(Records for processing)
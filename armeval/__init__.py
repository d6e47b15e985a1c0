"""From joint-level cogging to the tip of the arm.

Files in, answers out::

    trial = armeval.read_trial("trial.toml")
    armeval.measure(trial).to_frame()

Every name below is imported when it is first used, so that ``import armeval`` costs nothing.
"""

from __future__ import annotations

import importlib
from typing import TYPE_CHECKING

from armeval._version import __version__
from armeval.errors import Finding, InputError, InputWarning

if TYPE_CHECKING:
    from armeval.evaluate.cog_report import CogReport, cog_report
    from armeval.evaluate.compare import Comparison, compare
    from armeval.evaluate.locate import Location, locate
    from armeval.evaluate.locate_trial import locate_trial
    from armeval.evaluate.measure import Measurement, measure
    from armeval.evaluate.plan import plan, plan_trial
    from armeval.evaluate.predict import Prediction, predict
    from armeval.evaluate.quasistatic import quasistatic
    from armeval.evaluate.replay import Replay, replay
    from armeval.evaluate.sticking_ratio import StickingRatio, sticking_ratio
    from armeval.files.arm_file import read_arm
    from armeval.files.arm_writer import write_arm
    from armeval.files.check import CheckResult, check
    from armeval.files.cog_map_file import read_cog_map, write_cog_map
    from armeval.files.demo import write_demo
    from armeval.files.log_file import read_joint_log, write_joint_log
    from armeval.files.new_trial import new_trial, robot_folder, robot_names
    from armeval.files.path_file import read_path, write_path
    from armeval.files.trial_file import read_trial
    from armeval.files.trial_writer import write_trial
    from armeval.model.arm import Arm
    from armeval.model.cogmap import CogMap
    from armeval.model.joint_log import JointLog
    from armeval.model.planned_path import PlannedPath
    from armeval.model.trajectory import Trajectory
    from armeval.model.trial import Compensation, Run, StickingRule, Trial
    from armeval.report import write_report

_HOMES = {
    "armeval.evaluate.cog_report": ("CogReport", "cog_report"),
    "armeval.evaluate.compare": ("Comparison", "compare"),
    "armeval.evaluate.locate": ("Location", "locate"),
    "armeval.evaluate.locate_trial": ("locate_trial",),
    "armeval.evaluate.measure": ("Measurement", "measure"),
    "armeval.evaluate.plan": ("plan", "plan_trial"),
    "armeval.evaluate.predict": ("Prediction", "predict"),
    "armeval.evaluate.quasistatic": ("quasistatic",),
    "armeval.evaluate.replay": ("Replay", "replay"),
    "armeval.evaluate.sticking_ratio": ("StickingRatio", "sticking_ratio"),
    "armeval.files.arm_file": ("read_arm",),
    "armeval.files.arm_writer": ("write_arm",),
    "armeval.files.check": ("CheckResult", "check"),
    "armeval.files.cog_map_file": ("read_cog_map", "write_cog_map"),
    "armeval.files.demo": ("write_demo",),
    "armeval.files.log_file": ("read_joint_log", "write_joint_log"),
    "armeval.files.new_trial": ("new_trial", "robot_folder", "robot_names"),
    "armeval.files.path_file": ("read_path", "write_path"),
    "armeval.files.trial_file": ("read_trial",),
    "armeval.files.trial_writer": ("write_trial",),
    "armeval.model.arm": ("Arm",),
    "armeval.model.cogmap": ("CogMap",),
    "armeval.model.joint_log": ("JointLog",),
    "armeval.model.planned_path": ("PlannedPath",),
    "armeval.model.trajectory": ("Trajectory",),
    "armeval.model.trial": ("Compensation", "Run", "StickingRule", "Trial"),
    "armeval.report": ("write_report",),
}
_HOME_OF = {name: module for module, names in _HOMES.items() for name in names}

__all__ = ["Finding", "InputError", "InputWarning", "__version__", *sorted(_HOME_OF)]  # noqa: PLE0604


def __getattr__(name: str) -> object:
    if name not in _HOME_OF:
        raise AttributeError(f"module 'armeval' has no attribute {name!r}")
    return getattr(importlib.import_module(_HOME_OF[name]), name)


def __dir__() -> list[str]:
    return sorted({*globals(), *_HOME_OF})
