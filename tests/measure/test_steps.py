"""Each step does what its source says, tells its own sensitivities, and flags where it stops being valid."""

from collections.abc import Callable
from dataclasses import replace
from itertools import pairwise
from math import e, exp

import pytest
from hypothesis import given, settings
from hypothesis import strategies as st

from motekeep.measure.reading import FAIL, PASS, SUSPECT
from motekeep.measure.steps import STEPS
from motekeep.measure.steps.coincidence import Coincidence, lambert_w0, occupancy
from motekeep.measure.steps.flow import Flow
from motekeep.measure.steps.humidity_growth import HumidityGrowth
from motekeep.measure.steps.limits import Limits
from motekeep.measure.steps.linear import Linear
from motekeep.measure.steps.piecewise import Piecewise
from motekeep.measure.steps.step import Air, Step, StepRefusedError

AIR = Air(rh_pct=62.0, temperature_c=11.0, count_per_dl=9000.0)

# Each step with its parameters as a list, so that each can be moved by a little.
MADE: list[tuple[Callable[..., Step], list[float]]] = [
    (Flow, [1.3]),
    (HumidityGrowth, [0.4]),
    (Linear, [0.8, 1.5]),
    (Linear, [0.8, 1.5, -0.05, 0.1]),
    (Coincidence, [3.0]),
    (lambda *to: Piecewise((0.0, 10.0, 40.0), to), [0.5, 9.0, 60.0]),
    (lambda: Limits(0.0, 500.0), []),
]


@pytest.mark.parametrize(("make", "parameters"), MADE)
def test_stated_sensitivities_are_the_slopes_that_can_be_measured(
    make: Callable[..., Step], parameters: list[float]
) -> None:
    """Central differences over each input; a step whose derivative is wrong makes a wrong uncertainty."""
    figure = 22.0
    outcome = make(*parameters).apply(figure, AIR)

    def slope(value: Callable[[float], float | None], size: float) -> float:
        h = 1e-5 * size
        above, below = value(h), value(-h)
        assert above is not None
        assert below is not None
        return (above - below) / (2.0 * h)

    def moved(i: int) -> Callable[[float], float | None]:
        return lambda h: make(*[p + h * (i == j) for j, p in enumerate(parameters)]).apply(figure, AIR).value

    step = make(*parameters)
    assert outcome.d_input == pytest.approx(slope(lambda h: step.apply(figure + h, AIR).value, figure), rel=1e-6)
    assert len(outcome.d_parameters) == len(parameters)
    for i, parameter in enumerate(parameters):
        assert outcome.d_parameters[i] == pytest.approx(slope(moved(i), parameter), rel=1e-5, abs=1e-8)
    for name, stated, size in (
        ("rh_pct", outcome.d_rh, 62.0),
        ("temperature_c", outcome.d_t, 11.0),
        ("count_per_dl", outcome.d_count, 9000.0),
    ):
        at = getattr(AIR, name)

        def by_air(h: float, name: str = name, at: float = at) -> float | None:
            return step.apply(figure, replace(AIR, **{name: at + h})).value

        assert stated == pytest.approx(slope(by_air, size), rel=1e-5, abs=1e-8)


def test_every_step_needs_what_it_reads_and_nothing_else() -> None:
    for make, parameters in MADE:
        step = make(*parameters)
        bare = Air(
            rh_pct=62.0 if "rh" in step.needs else None,
            temperature_c=11.0 if "t" in step.needs else None,
            count_per_dl=9000.0 if "count" in step.needs else None,
        )
        assert step.apply(22.0, bare) == step.apply(22.0, AIR)


def test_the_table_names_each_step_by_its_kind_and_builds_it() -> None:
    assert set(STEPS) == {"coincidence", "flow", "humidity-growth", "linear", "piecewise", "limits"}
    for name, kind in STEPS.items():
        assert kind.name == name
        for p in (*kind.parameters, *kind.settings):
            assert p.low < p.high
            assert p.meaning


# -- coincidence --------------------------------------------------------------------


@settings(max_examples=40, deadline=None)
@given(st.floats(-1.0 / e, 0.0))
def test_lambert_w_is_the_inverse_on_its_whole_interval(z: float) -> None:
    w = lambert_w0(z)
    assert -1.0 <= w <= 0.0
    assert w * exp(w) == pytest.approx(z, rel=1e-12, abs=1e-15)


@pytest.mark.parametrize("z", [-0.4, 0.1, float("nan")])
def test_lambert_w_is_not_given_where_it_is_not_wanted(z: float) -> None:
    with pytest.raises(ValueError, match="W0"):
        lambert_w0(z)


@settings(max_examples=40, deadline=None)
@given(st.floats(0.0, 0.999))
def test_what_coincidence_took_the_inverse_gives_back(true: float) -> None:
    got = occupancy(true * exp(-true))
    assert got is not None
    assert got == pytest.approx(true, rel=1e-6, abs=1e-9)


@settings(max_examples=40, deadline=None)
@given(st.floats(1.0001, 50.0))
def test_beyond_the_maximum_the_first_root_is_taken_never_the_second(true: float) -> None:
    """Air that dense is counted as if it were thinner. The count alone cannot tell: the answer stays below 1."""
    got = occupancy(true * exp(-true))
    assert got is None or got <= 1.0


def test_a_count_at_its_top_or_above_the_maximum_gives_no_number() -> None:
    step = Coincidence(10.0)
    maximum_per_dl = 100.0 / (e * 10.0 * 1e-3)
    below = step.apply(20.0, Air(count_per_dl=maximum_per_dl * 0.9999))
    at = step.apply(20.0, Air(count_per_dl=maximum_per_dl * 1.0001))
    full = step.apply(20.0, Air(count_per_dl=500.0, count_censored=True))
    assert below.value == pytest.approx(20.0 * e, rel=0.02)
    assert (at.value, at.flag, at.reason) == (None, FAIL, "coincidence-censored")
    assert (full.value, full.flag, full.reason) == (None, FAIL, "coincidence-censored")


def test_a_loss_over_a_tenth_is_suspect() -> None:
    step = Coincidence(1.0)

    def observed(occupied: float) -> Air:
        return Air(count_per_dl=occupied * exp(-occupied) / 1e-5)

    assert step.apply(20.0, observed(0.1053)).flag == PASS
    over = step.apply(20.0, observed(0.1054))
    assert (over.flag, over.reason) == (SUSPECT, "coincidence-high")


# -- humidity --------------------------------------------------------------------


def test_humidity_is_held_within_its_range_and_says_so_above() -> None:
    step = HumidityGrowth(0.4)
    values = {rh: step.apply(30.0, Air(rh_pct=rh)) for rh in (5.0, 30.0, 85.0, 90.0, 94.9, 95.0, 100.0)}
    assert values[5.0].value == values[30.0].value
    assert values[85.0].value == values[90.0].value == values[100.0].value
    assert [(o.flag, o.reason) for o in values.values()] == [
        (PASS, None),
        (PASS, None),
        (PASS, None),
        (SUSPECT, "humidity-high"),
        (SUSPECT, "humidity-high"),
        (FAIL, "fog"),
        (FAIL, "fog"),
    ]


def test_a_held_figure_stays_sensitive_to_humidity() -> None:
    step = HumidityGrowth(0.4)
    assert step.apply(30.0, Air(rh_pct=92.0)).d_rh == step.apply(30.0, Air(rh_pct=85.0)).d_rh < 0.0


@settings(max_examples=40, deadline=None)
@given(st.floats(0.0, 1.5), st.floats(0.0, 100.0), st.floats(0.0, 1000.0))
def test_drying_never_adds_mass(kappa: float, rh: float, mass: float) -> None:
    dry = HumidityGrowth(kappa).apply(mass, Air(rh_pct=rh)).value
    assert dry is not None
    assert 0.0 <= dry <= mass


# -- the others --------------------------------------------------------------------


def test_a_line_that_goes_below_zero_is_floored_and_suspect_and_no_surer() -> None:
    floored = Linear(0.524, 5.75, -0.0862).apply(2.0, Air(rh_pct=95.0))
    assert (floored.value, floored.flag, floored.reason) == (0.0, SUSPECT, "floored")
    assert floored.d_input == 0.524
    assert floored.d_rh == -0.0862


def test_pieces_meet_at_their_points_and_go_on_beyond_as_suspect() -> None:
    step = Piecewise((0.0, 10.0, 40.0), (1.0, 9.0, 60.0))
    inside = [step.apply(x, AIR) for x in (0.0, 5.0, 10.0, 25.0, 40.0)]
    assert [o.value for o in inside] == pytest.approx([1.0, 5.0, 9.0, 34.5, 60.0])
    assert {o.flag for o in inside} == {PASS}
    beyond = step.apply(50.0, AIR)
    assert (beyond.value, beyond.flag, beyond.reason) == (pytest.approx(77.0), SUSPECT, "piecewise-beyond")


@settings(max_examples=40, deadline=None)
@given(st.lists(st.floats(0.0, 1e3), min_size=2, max_size=12, unique=True), st.floats(-10.0, 1200.0))
def test_pieces_keep_the_order_of_figures(at: list[float], x: float) -> None:
    points = tuple(sorted(at))
    if min(b - a for a, b in pairwise(points)) < 1e-3:
        return
    step = Piecewise(points, tuple([2.0 * p + 20.0 for p in points]))
    outcome = step.apply(x, AIR)
    assert outcome.value == pytest.approx(2.0 * x + 20.0, rel=1e-6, abs=1e-5)
    assert sum(outcome.d_parameters) == pytest.approx(1.0, abs=1e-6)


def test_limits_judge_and_change_nothing() -> None:
    step = Limits(0.0, 500.0, 0.5, 200.0)
    outcomes = [step.apply(x, AIR) for x in (-1.0, 0.2, 50.0, 300.0, 501.0)]
    assert [o.value for o in outcomes] == [-1.0, 0.2, 50.0, 300.0, 501.0]
    assert [o.flag for o in outcomes] == [FAIL, SUSPECT, PASS, SUSPECT, FAIL]


@pytest.mark.parametrize(
    ("kind", "parameters", "settings", "key"),
    [
        ("humidity-growth", {"kappa": (0.4,)}, {"rh_low": (80.0,), "rh_high": (70.0,), "rh_fog": (95.0,)}, "rh_high"),
        ("humidity-growth", {"kappa": (0.4,)}, {"rh_low": (30.0,), "rh_high": (85.0,), "rh_fog": (80.0,)}, "rh_fog"),
        ("piecewise", {"to": (1.0,)}, {"at": (1.0,)}, "at"),
        ("piecewise", {"to": (1.0, 2.0, 3.0)}, {"at": (1.0, 2.0)}, "to"),
        ("piecewise", {"to": (1.0, 2.0)}, {"at": (2.0, 2.0)}, "at"),
        ("piecewise", {"to": (2.0, 1.0)}, {"at": (1.0, 2.0)}, "to"),
        ("limits", {}, {"low": (5.0,), "high": (1.0,)}, "high"),
        ("limits", {}, {"low": (5.0,), "high": (10.0,), "suspect_low": (1.0,)}, "suspect_low"),
        ("limits", {}, {"low": (5.0,), "high": (10.0,), "suspect_high": (11.0,)}, "suspect_high"),
    ],
)
def test_what_is_impossible_together_is_refused_by_its_key(
    kind: str,
    parameters: dict[str, tuple[float, ...]],
    settings: dict[str, tuple[float, ...]],
    key: str,
) -> None:
    defaults = {s.name: (s.default,) for s in STEPS[kind].settings if s.default is not None}
    with pytest.raises(StepRefusedError) as refused:
        STEPS[kind].build(parameters, defaults | settings)
    assert refused.value.key == key
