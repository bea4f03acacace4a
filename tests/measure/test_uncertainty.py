"""Uncertainty adds up as the law of propagation says, and its random part is told from the rest."""

from dataclasses import replace
from math import hypot, sqrt
from random import Random

import pytest
from hypothesis import given, settings
from hypothesis import strategies as st

from intervals import GROWTH, LAYOUT, LINEAR, channel, correction, interval
from motekeep.measure.counting import count_variance, garwood, physical_scale
from motekeep.measure.interval import EMPTY, Climate, Interval
from motekeep.measure.interval import channel as channel_of
from motekeep.measure.uncertainty import Sensitivities, Sources, count_uncertainty, propagate, raw_uncertainties

HUMID = Climate(70.0, 12.0, "frame")


def test_uncorrelated_sources_add_in_quadrature() -> None:
    c = Sensitivities(2.0, (3.0, 4.0), rh=0.5, t=1.0, count=0.1)
    u = Sources(0.5, ((0, 0, 0.01), (1, 1, 0.04)), rh=2.0, t=0.5, count=10.0)
    budget = propagate(c, u, residual=0.7)
    assert budget.counting == pytest.approx(hypot(1.0, 1.0))
    assert budget.parameters == pytest.approx(hypot(0.3, 0.8))
    assert budget.climate == pytest.approx(hypot(1.0, 0.5))
    assert budget.u == pytest.approx(sqrt(2.0 + 0.73 + 1.25 + 0.49))
    assert budget.u_random == budget.counting


def test_full_correlation_adds_linearly_and_opposite_errors_cancel() -> None:
    c = Sensitivities(0.0, (3.0, 4.0), 0.0, 0.0, 0.0)

    def parameters(r: float) -> float:
        u = Sources(0.0, ((0, 0, 0.01), (0, 1, r * 0.1 * 0.2), (1, 1, 0.04)), 0.0, 0.0, 0.0)
        return propagate(c, u, 0.0).parameters

    assert parameters(1.0) == pytest.approx(0.3 + 0.8)
    assert parameters(-1.0) == pytest.approx(0.8 - 0.3)


def test_an_error_of_humidity_that_enters_twice_counts_once_with_its_sum() -> None:
    """A growth step and an RH term that pull opposite ways: their common source must not be squared apart."""
    quiet = "[climate]\nu_rh = 3.0\nu_t = 0.0\n"
    exact_growth = GROWTH.replace("u = 0.05", "u = 0.0")
    slope = -0.9 * 12.0 / _factor(70.0) ** 2 * 0.4 / 1.65 * 100.0 / 30.0**2

    def u_of(rh_term: float) -> float:
        line = LINEAR.replace("u = 0.04", "u = 0.0").replace("u = 0.3", "u = 0.0")
        line += f"rh_term = {{ value = {rh_term}, u = 0.0 }}\n"
        got = correction(exact_growth + line, residual="pm2_5 = { u = 1e-9 }", more=quiet)(interval(climate=HUMID))
        value = got.values[1]
        assert value.u is not None
        assert value.u_random is not None
        return sqrt(value.u**2 - value.u_random**2)

    assert u_of(0.0) == pytest.approx(3.0 * abs(slope), rel=1e-6)
    assert u_of(-slope) == pytest.approx(0.0, abs=1e-6)
    assert u_of(slope) == pytest.approx(6.0 * abs(slope), rel=1e-6)


def _factor(rh: float) -> float:
    return 1.0 + 0.4 / 1.65 * rh / (100.0 - rh)


def test_the_covariance_of_slope_and_offset_is_used() -> None:
    tie = '[[covariance]]\nof = ["linear.slope", "linear.offset"]\nvalue = {}\n'

    def u_of(value: float) -> float:
        got = correction(LINEAR, more=tie.format(value))(interval()).values[1]
        assert got.u is not None
        return got.u

    # sensitivity to the slope is 12, to the offset 1
    assert u_of(-0.012) ** 2 - u_of(0.0) ** 2 == pytest.approx(2 * 12.0 * -0.012)


def test_the_residual_of_the_fit_is_there_whatever_the_parameters_say() -> None:
    exact = LINEAR.replace("u = 0.04", "u = 0").replace("u = 0.3", "u = 0")
    got = correction(exact, residual="pm2_5 = { u = 0.8, relative = 0.1 }")(interval()).values[1]
    assert got.u is not None
    assert got.u_random is not None
    assert sqrt(got.u**2 - got.u_random**2) == pytest.approx(hypot(0.8, 0.1 * 11.3))


# -- counting --------------------------------------------------------------------


def test_physics_gives_sixty_pulses_to_one_at_a_tenth_of_a_litre_a_minute() -> None:
    assert physical_scale(0.1, 1.0) == pytest.approx(60.0)
    assert physical_scale(0.1, 6.0) == pytest.approx(10.0)


def test_a_scaled_count_is_as_uncertain_as_the_pulses_behind_it() -> None:
    """1200 printed at 60 a pulse is 20 pulses a frame: 1200 pulses in a minute of frames, hence 2.9 %."""
    assert sqrt(count_variance(1200.0, 60, 60.0)) / 1200.0 == pytest.approx(1.0 / sqrt(1200.0), rel=1e-3)


def test_a_count_of_zero_is_not_a_certainty() -> None:
    assert count_variance(0.0, 60, 60.0) == pytest.approx(1.0)


def test_a_mean_of_no_frames_has_no_variance() -> None:
    with pytest.raises(ValueError, match="no frames"):
        count_variance(1.0, 0, 60.0)


@settings(max_examples=25, deadline=None)
@given(st.integers(0, 2000), st.sampled_from([0.68, 0.95, 0.99]))
def test_the_exact_interval_holds_its_count_and_grows_with_the_level(n: int, level: float) -> None:
    low, high = garwood(n, level)
    assert low < n < high or (n == 0 and low == 0.0)
    wider = garwood(n, 0.999)
    assert wider[0] <= low
    assert high <= wider[1]


def test_air_that_changes_within_the_minute_is_not_taken_for_noise_where_the_scale_is_known() -> None:
    """A slow rise has a wide spread and hardly any step from frame to frame; counting says how much of it is noise."""
    made = interval()
    rising = replace(made, mass=tuple([replace(channel(m.mean, 8.0, lag1=0.98), step=0.5) for m in made.mass]))
    blind, small, large = [raw_uncertainties(rising, LAYOUT, scale)[1] for scale in (None, 10.0, 100.0)]
    assert small < large < 0.5 * blind
    assert small >= sqrt(0.5 / 60.0)


def test_a_spread_smaller_than_counting_allows_is_believed() -> None:
    """Firmware that gives coarse particles little weight prints a PM10 that is quieter than its coarse counts."""
    u = raw_uncertainties(_steady(), LAYOUT, 60.0)
    assert u == pytest.approx(raw_uncertainties(_steady(), LAYOUT, None))


def test_a_few_frames_are_as_sure_as_counting_allows_and_no_surer() -> None:
    """One coarse pulse of 5 to 10 um is 3.05 ug/m3: five frames that agree by chance must not hide that."""
    made = interval()
    short = replace(made, mass=tuple([channel(m.mean, 0.0, 5) for m in made.mass]))
    short = replace(short, counts=tuple([replace(c, n=5) for c in made.counts]))
    assert raw_uncertainties(short, LAYOUT, 60.0)[2] > 3.0


def _steady() -> Interval:
    """An interval whose mass hardly moves, so that only the model of counting speaks."""
    made = interval()
    return replace(made, mass=tuple([replace(m, sd=0.6, step=0.0) for m in made.mass]))


def test_noise_that_neighbouring_frames_show_is_never_left_out() -> None:
    """A fan that surges makes more noise than counting: the model alone would call such a figure too sure."""
    made = _steady()
    rough = replace(made, mass=tuple([replace(m, sd=20.0, step=400.0) for m in made.mass]))
    assert raw_uncertainties(rough, LAYOUT, 60.0)[1] >= sqrt(400.0 / 60.0)


def test_without_a_scale_the_mean_respects_autocorrelation() -> None:
    made = interval()
    free = replace(made, mass=tuple([channel(12.0, 2.0) for _ in made.mass]))
    tied = replace(made, mass=tuple([channel(12.0, 2.0, lag1=0.8) for _ in made.mass]))
    u_free, u_tied = [raw_uncertainties(i, LAYOUT, None)[1] for i in (free, tied)]
    assert u_free == pytest.approx(2.0 / sqrt(60.0))
    assert u_tied == pytest.approx(2.0 * 3.0 / sqrt(60.0))


def test_a_print_that_does_not_move_is_known_to_its_step_only() -> None:
    made = interval()
    still = replace(made, mass=tuple([channel(5.0, 0.0) for _ in made.mass]))
    assert raw_uncertainties(still, LAYOUT, None)[1] == pytest.approx(1.0 / sqrt(12.0))


def test_noise_takes_the_rounding_of_the_print_out_of_the_mean() -> None:
    """Numbers drawn, rounded and averaged: what rounding leaves is no more than stated, and stated is not far above."""
    random = Random(5)
    for sigma, most in ((0.05, 0.30), (0.4, 0.05), (1.0, 0.005)):
        squares, stated = 0.0, 0.0
        for _ in range(300):
            centre = 10.0 + random.random()
            drawn = [random.gauss(centre, sigma) for _ in range(60)]
            printed = channel_of([float(round(x)) for x in drawn])
            squares += (printed.mean - sum(drawn) / 60.0) ** 2
            mass = replace(printed, lag1=0.0)
            made = replace(interval(), mass=(mass, mass, mass))
            stated += raw_uncertainties(made, LAYOUT, None)[0] ** 2 - mass.standard_error**2
        assert sqrt(stated / 300) <= most + 0.1 * sigma
        if sigma < 0.1:
            assert sqrt(squares / 300) == pytest.approx(sqrt(stated / 300), rel=0.15)


def test_a_censored_count_is_no_model_of_counting() -> None:
    made = interval(censored=2)
    assert raw_uncertainties(made, LAYOUT, 60.0) == raw_uncertainties(made, LAYOUT, None)
    assert count_uncertainty(EMPTY, 60.0) == 0.0
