"""Dust dose and laser hours grow with what was drawn and go back to nothing only by what a person did."""

import pytest

from intervals import MARCH, interval
from motekeep.measure.dose import Dose, ServiceKind, dust_ug
from motekeep.measure.interval import FrameCount
from motekeep.measure.reading import Corrected, Reading, Value, make_reading, uncorrected

DAY = 86400.0


def reading(at: float = MARCH, **kw: object) -> Reading:
    return make_reading(interval(at=at, **kw), uncorrected, {})  # type: ignore[arg-type]


def test_two_years_at_a_tenth_of_a_litre_are_two_thirds_of_a_milligram() -> None:
    """0.1 L/min, mean 6.4 ug/m3: about 0.67 mg. Common practice, no source."""
    assert dust_ug(6.4, 0.1, 2 * 365 * DAY) == pytest.approx(670.0, rel=0.01)


def test_a_reading_adds_its_largest_mass_and_its_waking_time() -> None:
    dose = Dose().after(reading(), 0.1)
    assert dose.dust_ug == pytest.approx(15.0 * 0.1e-3)
    assert dose.laser_hours == pytest.approx(1 / 60)
    assert (dose.dust_since, dose.laser_since) == (MARCH, MARCH)


def test_the_corrected_mass_is_taken_where_there_is_one_and_the_raw_one_where_it_is_censored() -> None:
    def made(value: float | None) -> Reading:
        return make_reading(
            interval(), lambda _: Corrected((Value(1, 1, 1), Value(2, 2, 1), Value(15.0, value, 1.0)), 1, ()), {}
        )

    assert Dose().after(made(9.0), 0.1).dust_ug == pytest.approx(9.0e-4)
    assert Dose().after(made(None), 0.1).dust_ug == pytest.approx(15.0e-4)


def test_sleep_draws_nothing_and_spares_the_laser() -> None:
    dose = Dose().after(reading(asleep_s=45.0), 0.1)
    assert dose.dust_ug == pytest.approx(15.0 * 0.1e-3 / 4)
    assert dose.laser_s == 15.0
    silent = Dose().after(reading(layout=None, frames=FrameCount(0, 0, 60)), 0.1)
    assert (silent.dust_ug, silent.laser_s) == (0.0, 0.0)


def test_damaged_frames_still_come_from_a_laser_that_is_on() -> None:
    assert Dose().after(reading(layout=None, frames=FrameCount(0, 60, 0)), 0.1).laser_s == 60.0


def test_a_clock_that_nobody_vouches_for_begins_no_sum() -> None:
    dose = Dose().after(reading(trusted=False), 0.1)
    assert dose.dust_since is None
    assert dose.dust_ug > 0.0
    assert dose.after(reading(MARCH + 60.0), 0.1).dust_since == MARCH + 60.0


@pytest.mark.parametrize(
    ("kind", "dust", "laser"),
    [
        (ServiceKind.CLEANED, 0.0, 7200.0),
        (ServiceKind.UNIT_REPLACED, 0.0, 0.0),
        (ServiceKind.FAN_REPLACED, 50.0, 7200.0),
        (ServiceKind.MOVED, 50.0, 7200.0),
        (ServiceKind.NOTE, 50.0, 7200.0),
    ],
)
def test_a_service_record_resets_what_it_renews(kind: ServiceKind, dust: float, laser: float) -> None:
    done = Dose(50.0, 7200.0, MARCH, MARCH).serviced(kind, MARCH + 10 * DAY, MARCH + 10 * DAY)
    assert (done.dust_ug, done.laser_s) == (dust, laser)


def test_a_record_entered_late_leaves_what_was_drawn_since() -> None:
    done = Dose(50.0, 7200.0, MARCH, MARCH).serviced(ServiceKind.CLEANED, MARCH + 8 * DAY, MARCH + 10 * DAY)
    assert done.dust_ug == pytest.approx(10.0)
    assert done.dust_since == MARCH + 8 * DAY


def test_a_record_from_before_the_last_one_changes_nothing() -> None:
    before = Dose(50.0, 7200.0, MARCH, MARCH)
    assert before.serviced(ServiceKind.CLEANED, MARCH - DAY, MARCH + DAY) == before


def test_it_comes_back_from_what_was_kept() -> None:
    dose = Dose().after(reading(), 0.1).after(reading(MARCH + 60.0), 0.1)
    assert Dose.restored(dose.state()) == dose
    assert len(dose.state()) < 150


@pytest.mark.parametrize(
    "state",
    [
        "",
        "{}",
        "[]",
        '{"dust_ug": -1, "laser_s": 0, "dust_since": null, "laser_since": null}',
        '{"dust_ug": NaN, "laser_s": 0, "dust_since": null, "laser_since": null}',
        '{"dust_ug": 1, "laser_s": 0, "dust_since": "x", "laser_since": null}',
        '{"dust_ug": 1, "laser_s": 0, "dust_since": Infinity, "laser_since": null}',
        '{"dust_ug": "many", "laser_s": 0, "dust_since": null, "laser_since": null}',
    ],
)
def test_a_damaged_state_is_refused_by_one_error(state: str) -> None:
    with pytest.raises(ValueError, match=r".+"):
        Dose.restored(state)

(Task statement) Which lines in the material above include the string "short"? Pull them out.

(Your response)
    short = replace(made, mass=tuple([channel(m.mean, 0.0, 5) for m in made.mass]))
    short = replace(short, counts=tuple([replace(c, n=5) for c in made.counts]))
    assert raw_uncertainties(short, LAYOUT, 60.0)[2] > 3.0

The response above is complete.